* Revise ESLint rules for string coercion
Currently, react uses `'' + value` to coerce mixed values to strings.
This code will throw for Temporal objects or symbols.
To make string-coercion safer and to improve user-facing error messages,
This commit adds a new ESLint rule called `safe-string-coercion`.
This rule has two modes: a production mode and a non-production mode.
* If the `isProductionUserAppCode` option is true, then `'' + value`
coercions are allowed (because they're faster, although they may
throw) and `String(value)` coercions are disallowed. Exception:
when building error messages or running DEV-only code in prod
files, `String()` should be used because it won't throw.
* If the `isProductionUserAppCode` option is false, then `'' + value`
coercions are disallowed (because they may throw, and in non-prod
code it's not worth the risk) and `String(value)` are allowed.
Production mode is used for all files which will be bundled with
developers' userland apps. Non-prod mode is used for all other React
code: tests, DEV blocks, devtools extension, etc.
In production mode, in addiiton to flagging `String(value)` calls,
the rule will also flag `'' + value` or `value + ''` coercions that may
throw. The rule is smart enough to silence itself in the following
"will never throw" cases:
* When the coercion is wrapped in a `typeof` test that restricts to safe
(non-symbol, non-object) types. Example:
if (typeof value === 'string' || typeof value === 'number') {
thisWontReport('' + value);
}
* When what's being coerced is a unary function result, because unary
functions never return an object or a symbol.
* When the coerced value is a commonly-used numeric identifier:
`i`, `idx`, or `lineNumber`.
* When the statement immeidately before the coercion is a DEV-only
call to a function from shared/CheckStringCoercion.js. This call is a
no-op in production, but in DEV it will show a console error
explaining the problem, then will throw right after a long explanatory
code comment so that debugger users will have an idea what's going on.
The check function call must be in the following format:
if (__DEV__) {
checkXxxxxStringCoercion(value);
};
Manually disabling the rule is usually not necessary because almost all
prod use of the `'' + value` pattern falls into one of the categories
above. But in the rare cases where the rule isn't smart enough to detect
safe usage (e.g. when a coercion is inside a nested ternary operator),
manually disabling the rule will be needed.
The rule should also be manually disabled in prod error handling code
where `String(value)` should be used for coercions, because it'd be
bad to throw while building an error message or stack trace!
The prod and non-prod modes have differentiated error messages to
explain how to do a proper coercion in that mode.
If a production check call is needed but is missing or incorrect
(e.g. not in a DEV block or not immediately before the coercion), then
a context-sensitive error message will be reported so that developers
can figure out what's wrong and how to fix the problem.

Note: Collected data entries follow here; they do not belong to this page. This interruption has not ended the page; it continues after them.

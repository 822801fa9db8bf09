/**
 * The plots' cursor read-outs (the legend's live values and the two-cursor
 * line) show only the digits each series supports (issue 11 item 6). Every
 * read-out text the sweep, drift, pushing and loop-filter plots would show is
 * produced here on real analyses — a sweep and a drift log of the simulated
 * relaxation DUT through the real procedures and SCPI drivers, a pushing run,
 * the loop designed on that sweep — and scanned:
 * - a value without ± may not write a digit finer than the decade of what the
 *   series resolves (a counter's 1/gate, 10 Hz at a 0.1 s gate; the supply's
 *   1 mV setting step; 0.01 °C; 0.1 dB) — "18.4427 kHz" for a 10 Hz count fails;
 * - a "value ± u" pair keeps u to two significant digits, the value to u's
 *   decimals (GUM §7.2.6, common practice), and u never below the ±1-count
 *   floor 1/(gate·√12) (GUM §4.3.7) — a mean cannot be known better than
 *   the counter counts.
 */
import { mkdtemp, rm } from 'node:fs/promises';
import { tmpdir } from 'node:os';
import { join } from 'node:path';
import { describe, expect, it } from 'vitest';
import type { BenchApi, BenchEvent } from '../contract/bench-api.ts';
import { benchEventSchema } from '../contract/wire-schemas.ts';
import { driftPlanSchema } from '../contract/plans.ts';
import { analyzeDrift } from '../analysis/drift-analysis.ts';
import { formatSi } from '../analysis/format-si.ts';
import { logFrequencies, openLoopResponse } from '../analysis/loop-filter-eval.ts';
import { loopOperatingPoint } from '../analysis/loop-operating-point.ts';
import { analyzePushing } from '../analysis/pushing-analysis.ts';
import { analyzeSweep } from '../analysis/sweep-analysis.ts';
import { cursorTexts } from '../plots/cursor-pair.ts';
import { readPlotColors } from '../plots/plot-colors.ts';
import { readoutText } from '../plots/readout.ts';
import { simSweep } from '../../test/testing/sim-sweep.ts';
import { assembleBench, SIM_CAMPAIGN_BENCH_CONFIG } from '../../main/bench/assemble.ts';
import { campaignDut, campaignPlanInput } from '../../main/procedures/campaign/demo-campaign.ts';
import { startCampaignSession } from '../../main/service/campaign-session.ts';
import { runDrift } from '../../main/procedures/drift.ts';
import { MemorySink } from '../../main/procedures/testing/fake-bench.ts';
import { VirtualClock } from '../../main/time/virtual-clock.ts';
import { campaignFeed, liveReadingReadout } from './campaign/campaign-feed.ts';
import { driftReadouts } from './drift/drift-readouts.ts';
import { bodeOptions } from './loop/bode-options.ts';
import { designAtLock } from './loop/loop-design.ts';
import { checkLoopDraft, DEFAULT_LOOP, suggestedLoop } from './loop/loop-inputs.ts';
import { pushingPlotColumns, pushingReadouts } from './runs/pushing-figures.ts';
import { fitOnX, gainColumns, residualColumns } from './sweep/sweep-figures.ts';
import { residualUncertainty, sweepReadouts } from './sweep/sweep-readouts.ts';
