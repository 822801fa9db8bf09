/**
 * The sweep screen's key figures and plot-region titles as text, every figure
 * through the one formatter (value ± u to the digits u supports).
 */
import { formatFigure } from '../../analysis/format-figure.ts';
import type { SweepAnalysis } from '../../analysis/sweep-types.ts';
import { figure, setpointText, type FigureText } from '../figure-text.ts';

const withU = (value: number | null | undefined, unit: string, u: number | null | undefined): string =>
  formatFigure(value, unit, { uncertainty: u });

/** The stall edge with its ±, or what stands instead. */
export function stallText(a: SweepAnalysis): string {
  if (a.stall.thresholdV === null) return 'none in range';
  return withU(a.stall.thresholdV, 'V', a.stall.thresholdUncertaintyV);
}

function stallNote(a: SweepAnalysis): string | undefined {
  const parts: string[] = [];
  if (a.stall.unstableBelowV !== null)
    parts.push(`unsteady below ${withU(a.stall.unstableBelowV, 'V', a.stall.unstableBelowUncertaintyV)}`);
  const zone = a.usableRange.edgeZone;
  if (zone)
    parts.push(
      `${setpointText(zone.fromV)} – ${setpointText(zone.toV)} left out: the slope changes faster than the step resolves`,
    );
  return parts.length > 0 ? parts.join('; ') : undefined;
}

/** Before the analysis: the same panel with dashes. */
const WAITING: FigureText[] = [
  figure('Tuning range', '—', 'tuning-range'),
  figure('Kvco typ (best line)', '—', 'kvco-typ'),
  figure('Kvco min', '—', 'kvco-min'),
  figure('Kvco max', '—', 'kvco-max'),
  figure('Linearity (worst deviation from line)', '—', 'linearity'),
  figure('Stall threshold', '—', 'stall-threshold'),
  figure('Fit', '—', 'fit-model'),
];

export function sweepKeyFigures(a: SweepAnalysis | null): FigureText[] {
  if (!a) return WAITING;
  const t = a.tuningRange;
  const k = a.kvco;
  const out: FigureText[] = [
    figure(
      'Tuning range',
      `${withU(t.fMinHz, 'Hz', t.fMinUncertaintyHz)} – ${withU(t.fMaxHz, 'Hz', t.fMaxUncertaintyHz)}`,
      'tuning-range',
      `${setpointText(t.vAtFMin)} to ${setpointText(t.vAtFMax)}`,
    ),
    figure('Kvco typ (best line)', withU(k.linear.slopeHzPerV, 'Hz/V', k.linear.slopeUncertaintyHzPerV), 'kvco-typ'),
    figure('Kvco min', withU(k.minHzPerV, 'Hz/V', k.minUncertaintyHzPerV), 'kvco-min', `at ${setpointText(k.vAtMin)}`),
    figure('Kvco max', withU(k.maxHzPerV, 'Hz/V', k.maxUncertaintyHzPerV), 'kvco-max', `at ${setpointText(k.vAtMax)}`),
    figure(
      'Linearity (worst deviation from line)',
      formatFigure(k.linear.maxLinearityErrorPct, '%', { digits: 3 }),
      'linearity',
      `over ${setpointText(k.linear.fromV)} – ${setpointText(k.linear.toV)}`,
    ),
    figure('Stall threshold', stallText(a), 'stall-threshold', stallNote(a)),
  ];
  const h = a.hysteresis;
  if (h) {
    const note = [
      h.curveMaxDeltaAtV !== null
        ? `at ${setpointText(h.curveMaxDeltaAtV)}, ${h.commonPoints} setpoints read both ways`
        : null,
      h.thresholdDeltaV !== null
        ? `stall edge moves ${withU(h.thresholdDeltaV, 'V', h.thresholdDeltaUncertaintyV)}`
        : null,
    ]
      .filter(Boolean)
      .join('; ');
    const resolution = a.counter.resolutionHz;
    out.push(
      figure(
        'Hysteresis (largest rising − falling)',
        formatFigure(h.curveMaxDeltaHz, 'Hz', resolution ? { resolution } : { digits: 3 }),
        'hysteresis',
        note,
      ),
    );
  }
  out.push(
    figure(
      'Fit',
      a.fit.model === 'spline' ? 'cubic spline (GCV)' : `polynomial, degree ${a.fit.degree}`,
      'fit-model',
      `residual σ ${formatFigure(a.fit.residualStdDevHz, 'Hz', { digits: 2 })} against ${formatFigure(a.fit.pointScatterHz, 'Hz', { digits: 2 })} point scatter`,
    ),
  );
  return out;
}
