/**
 * From columns to the analysis input and from the analysis to what the
 * sweep plots draw: fit curve, Kvco against V, residuals, shaded regions.
 * Runs once when a sweep ends or a stored sweep opens, not per sample.
 */
import { analyzeSweep, type SweepOptions } from '../../analysis/sweep-analysis.ts';
import type { SweepAnalysis } from '../../analysis/sweep-types.ts';
import { outcomeOf, type AnalysisOutcome } from '../../state/analysis-outcome.ts';
import { sweepInputFromColumns } from '../../state/column-inputs.ts';
import type { ColumnSet } from '../../state/columns.ts';
import type { XRegion } from '../../plots/regions-plugin.ts';
import { formatFigure } from '../../analysis/format-figure.ts';
import { setpointText } from '../figure-text.ts';
import { stallText } from './sweep-key-figures.ts';

export type SweepOutcome = AnalysisOutcome<SweepAnalysis>;

export function analyzeColumns(
  columns: ColumnSet,
  n: number,
  gateS: number | undefined,
  options?: SweepOptions,
): SweepOutcome {
  if (n === 0) return { ok: false, message: 'no readings' };
  return outcomeOf(() => analyzeSweep(sweepInputFromColumns(columns, n, gateS), options));
}

/** f(V) = Σ cᵢ·Vⁱ (CONTRACTS.md fit coefficients, V unscaled). */
export function evalFit(coefficients: readonly number[], v: number): number {
  let sum = 0;
  for (let i = coefficients.length - 1; i >= 0; i -= 1) sum = sum * v + (coefficients[i] ?? 0);
  return sum;
}

/** The fitted curve on the display x column; null outside the fitted range. A spline comes as samples (fit.curve). */
export function fitOnX(analysis: SweepAnalysis, x: readonly number[]): (number | null)[] {
  const { coefficients, fromV, toV, curve } = analysis.fit;
  return x.map((v) =>
    v >= fromV - 1e-12 && v <= toV + 1e-12
      ? coefficients.length
        ? evalFit(coefficients, v)
        : onCurve(curve, v)
      : null,
  );
}

/** Linear interpolation in the fitted curve's samples (display only). */
function onCurve(curve: SweepAnalysis['fit']['curve'], v: number): number {
  return alongCurve(curve.v, curve.hz, v);
}

/** Linear interpolation of `ys` on the curve's ascending grid `grid` (its band, its frequency); clamped to the ends. */
export function alongCurve(grid: readonly number[], ys: readonly number[], v: number): number {
  let i = 1;
  while (i < grid.length - 1 && (grid[i] as number) < v) i++;
  const v0 = grid[i - 1] as number;
  const v1 = grid[i] ?? v0;
  const t = v1 > v0 ? Math.min(1, Math.max(0, (v - v0) / (v1 - v0))) : 0;
  const y0 = ys[i - 1] as number;
  return y0 + t * ((ys[i] ?? y0) - y0);
}

/**
 * Stall and unsteady regions. The titles quote the edges with their ± when the
 * analysis gives them (`a`); the live estimate during a sweep has none.
 */
export function stallRegions(thresholdV: number | null, unstableBelowV: number | null, a?: SweepAnalysis): XRegion[] {
  const regions: XRegion[] = [];
  if (thresholdV !== null) {
    regions.push({
      key: 'stall',
      fromX: Number.NEGATIVE_INFINITY,
      toX: thresholdV,
      className: 'region-stall',
      title: `No oscillation below ${a ? stallText(a) : `about ${setpointText(thresholdV)}`}`,
      testId: 'stall-region',
    });
  }
  if (thresholdV !== null && unstableBelowV !== null && unstableBelowV > thresholdV) {
    const upTo = a
      ? formatFigure(unstableBelowV, 'V', { uncertainty: a.stall.unstableBelowUncertaintyV })
      : setpointText(unstableBelowV);
    regions.push({
      key: 'unstable',
      fromX: thresholdV,
      toX: unstableBelowV,
      className: 'region-unstable',
      title: `Unsteady oscillation up to ${upTo}`,
      testId: 'unstable-region',
    });
  }
  return regions;
}

/** Where the usable tuning range ends: the curve turns back or goes flat above this voltage; null if it does neither. */
export function usableEndV(analysis: SweepAnalysis): number | null {
  const ends = [analysis.kvco.turnsBackAboveV, analysis.kvco.flatAboveV].filter(
    (v): v is number => v !== null && Number.isFinite(v),
  );
  return ends.length > 0 ? Math.min(...ends) : null;
}

/** Stall, unsteady and edge-zone regions, plus the range beyond the usable tuning window. */
export function sweepRegions(analysis: SweepAnalysis): XRegion[] {
  const regions = stallRegions(analysis.stall.thresholdV, analysis.stall.unstableBelowV, analysis);
  const zone = analysis.usableRange.edgeZone;
  if (zone) {
    // From the edge (or the unsteady points' end) to halfway to the first usable point.
    const from = Math.max(analysis.stall.unstableBelowV ?? -Infinity, analysis.stall.thresholdV ?? -Infinity);
    regions.push({
      key: 'edge-zone',
      fromX: Number.isFinite(from) ? from : zone.fromV,
      toX: (zone.toV + analysis.usableRange.fromV) / 2,
      className: 'region-edge-zone',
      title: `Stall edge's zone, ${setpointText(zone.fromV)} – ${setpointText(zone.toV)}: ${zone.reason}`,
      testId: 'edge-zone-region',
    });
  }
  const end = usableEndV(analysis);
  if (end !== null) {
    const why = analysis.kvco.turnsBackAboveV === end ? 'the tuning curve turns back' : 'the tuning curve goes flat';
    regions.push({
      key: 'unusable',
      fromX: end,
      toX: Number.POSITIVE_INFINITY,
      className: 'region-unusable',
      title: `Outside the usable range above ${setpointText(end)}: ${why}`,
      testId: 'unusable-region',
    });
  }
  return regions;
}

export interface GainColumns {
  v: number[];
  stable: (number | null)[];
  unstable: (number | null)[];
  /** 1σ of each local Kvco (its read-out's digits). */
  u: number[];
}

/** Local Kvco in two series: quoted, and not quoted (unsteady, or in the stall edge's zone) — drawn apart. */
export function gainColumns(analysis: SweepAnalysis): GainColumns {
  const local = [...analysis.kvco.local].sort((a, b) => a.v - b.v);
  const zone = new Set(analysis.points.filter((p) => p.edgeZone).map((p) => p.v));
  const out = (k: (typeof local)[number]): boolean => k.unstable || zone.has(k.v);
  return {
    v: local.map((k) => k.v),
    stable: local.map((k) => (out(k) || !Number.isFinite(k.hzPerV) ? null : k.hzPerV)),
    unstable: local.map((k) => (out(k) && Number.isFinite(k.hzPerV) ? k.hzPerV : null)),
    u: local.map((k) => k.uncertaintyHzPerV),
  };
}

export function residualColumns(analysis: SweepAnalysis): { v: number[]; residualHz: (number | null)[] } {
  const points = analysis.points.filter((p) => Number.isFinite(p.meanHz)).sort((a, b) => a.v - b.v);
  return {
    v: points.map((p) => p.v),
    residualHz: points.map((p) => (p.fitHz !== null && !p.unstable ? p.meanHz - p.fitHz : null)),
  };
}
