/**
 * Serial ports the page may use: those the user grants through the browser's
 * chooser (navigator.serial.requestPort) and those granted before (getPorts,
 * so a reload keeps them). A port is addressed by its USB ids,
 * `serial:usb-VVVV-PPPP?baud=…` (main/instruments/web-serial-ports.ts), and
 * opened by the Web Serial transport (main/instruments/web-serial-transport.ts),
 * which finds it again after an unplug by those ids.
 */
import type { SerialPortInfo } from '../../contract/bench-api.ts';
import type { SerialAddress } from '../../../main/instruments/address.ts';
import type { Transport } from '../../../main/instruments/transport.ts';
import { describeUsbIds, usbIdsOf, webSerialPortPath } from '../../../main/instruments/web-serial-ports.ts';
import { WebSerialTransport } from '../../../main/instruments/web-serial-transport.ts';
import type { WebSerial, WebSerialPort } from '../../../main/instruments/web-serial-types.ts';
import type { Clock } from '../../../main/time/clock.ts';

/** navigator.serial with the chooser. */
export interface BrowserSerial extends WebSerial {
  requestPort(): Promise<WebSerialPort>;
}

let serial: BrowserSerial | null = null;
/** Ports chosen in this page, by path (a port without USB ids is only reachable as the one chosen). */
const chosen = new Map<string, WebSerialPort>();

/** The page's navigator.serial (the page entry sets it where the browser has Web Serial). */
export function useBrowserSerial(api: BrowserSerial | null): void {
  serial = api;
}

function describe(port: WebSerialPort): SerialPortInfo {
  const ids = usbIdsOf(port.getInfo());
  return { path: webSerialPortPath(ids), manufacturer: ids === null ? null : describeUsbIds(ids) };
}

/** The ports this page may open: granted ones (this visit or before), by path. */
export async function grantedPorts(): Promise<SerialPortInfo[]> {
  const found = new Map<string, SerialPortInfo>();
  for (const port of [...chosen.values(), ...(serial ? await serial.getPorts() : [])]) {
    const info = describe(port);
    if (!found.has(info.path)) found.set(info.path, info);
  }
  return [...found.values()];
}

/** Opens the browser's chooser; the port picked is offered from then on. */
export async function choosePort(): Promise<SerialPortInfo> {
  if (serial === null)
    throw new Error('this browser has no Web Serial (Chromium-based browsers have it, over HTTPS or on localhost)');
  const port = await serial.requestPort();
  const info = describe(port);
  chosen.set(info.path, port);
  return info;
}

/** The Web Serial transport for `serial:usb-VVVV-PPPP?…` (or the port chosen without USB ids). */
export function browserSerialTransport(
  address: SerialAddress,
  role: string | undefined,
  clock: Pick<Clock, 'setTimer'> | undefined,
): Transport {
  if (serial === null)
    throw new Error(`serial:${address.path}: this browser has no Web Serial; use a Chromium-based browser`);
  return new WebSerialTransport({ port: chosen.get(address.path), serial, address, role, clock });
}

Because string coercions are now handled by the `safe-string-coercion`
rule, the `no-primitive-constructor` rule no longer flags `String()`
usage. It still flags `new String(value)` because that usage is almost
always a bug.
* Add DEV-only string coercion check functions
This commit adds DEV-only functions to check whether coercing
values to strings using the `'' + value` pattern will throw. If it will
throw, these functions will:
1. Display a console error with a friendly error message describing
the problem and the developer can fix it.
2. Perform the coercion, which will throw. Right before the line where
the throwing happens, there's a long code comment that will help
debugger users (or others looking at the exception call stack) figure
out what happened and how to fix the problem.
One of these check functions should be called before all string coercion
of user-provided values, except when the the coercion is guaranteed not
to throw, e.g.
* if inside a typeof check like `if (typeof value === 'string')`
* if coercing the result of a unary function like `+value` or `value++`
* if coercing a variable named in a whitelist of numeric identifiers:
`i`, `idx`, or `lineNumber`.
The new `safe-string-coercion` internal ESLint rule enforces that
these check functions are called when they are required.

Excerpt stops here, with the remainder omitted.